======== EXCERPTED DATA

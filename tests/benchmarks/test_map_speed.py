"""The map of a keep-out, measured. Not in the default run: pytest tests/benchmarks --override-ini addopts="".

Targets on an ordinary 2-core machine: 40 000 points of fields within 2 s, the samples' maps with drawing within 4 s.
"""

from pathlib import Path

import numpy as np
import pytest
from pytest_benchmark.fixture import BenchmarkFixture

import magsafe
from magsafe.analysis.field_map import field_map
from magsafe.analysis.field_source import FAR, field_source
from magsafe.analysis.operating_point import operating_point
from magsafe.checks.keepout import keepout
from magsafe.reports.map_words import farthest_of, shown_transmission
from magsafe.reports.pictures import keepout_map

SAMPLES = Path(__file__).parents[2] / "sample_designs"


def test_forty_thousand_points(benchmark: BenchmarkFixture) -> None:
    design = magsafe.read_design(SAMPLES / "quay_rail.toml")
    source = field_source(design, operating_point(design, design.transmission[0]), FAR)
    rng = np.random.default_rng(3)
    unit = rng.normal(size=(40_000, 3))
    points = unit / np.linalg.norm(unit, axis=1)[:, None] * rng.uniform(2.0, 9.0, (40_000, 1)) + [0.0, 0.0, 12.0]
    benchmark.pedantic(source.strongest, (points,), rounds=3)  # type: ignore[no-untyped-call]


@pytest.mark.parametrize("sample", ["quay_rail", "breakwater_mast", "lighthouse_gallery", "net_loft_balcony"])
def test_a_map_with_its_drawing(benchmark: BenchmarkFixture, sample: str) -> None:
    design = magsafe.read_design(SAMPLES / f"{sample}.toml")
    sheet = keepout(magsafe.check(design))
    index = shown_transmission(sheet)
    point = operating_point(design, design.transmission[index])

    def draw() -> None:
        made = field_map(design, point, farthest_of(sheet.operating_points[index]))
        keepout_map(sheet, design, index, made)

    benchmark.pedantic(draw, rounds=3)  # type: ignore[no-untyped-call]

================

Copy out each line of the data above, exactly, if it lies between the line holding "from magsafe.reports.map_words import" and the line holding "benchmark.pedantic(source.strongest, (points,), rounds=3)", inclusive; copy no other line.

▶ _OUTPUT FOR THIS TASK_:
from magsafe.reports.map_words import farthest_of, shown_transmission
from magsafe.reports.pictures import keepout_map

SAMPLES = Path(__file__).parents[2] / "sample_designs"


def test_forty_thousand_points(benchmark: BenchmarkFixture) -> None:
    design = magsafe.read_design(SAMPLES / "quay_rail.toml")
    source = field_source(design, operating_point(design, design.transmission[0]), FAR)
    rng = np.random.default_rng(3)
    unit = rng.normal(size=(40_000, 3))
    points = unit / np.linalg.norm(unit, axis=1)[:, None] * rng.uniform(2.0, 9.0, (40_000, 1)) + [0.0, 0.0, 12.0]
    benchmark.pedantic(source.strongest, (points,), rounds=3)  # type: ignore[no-untyped-call]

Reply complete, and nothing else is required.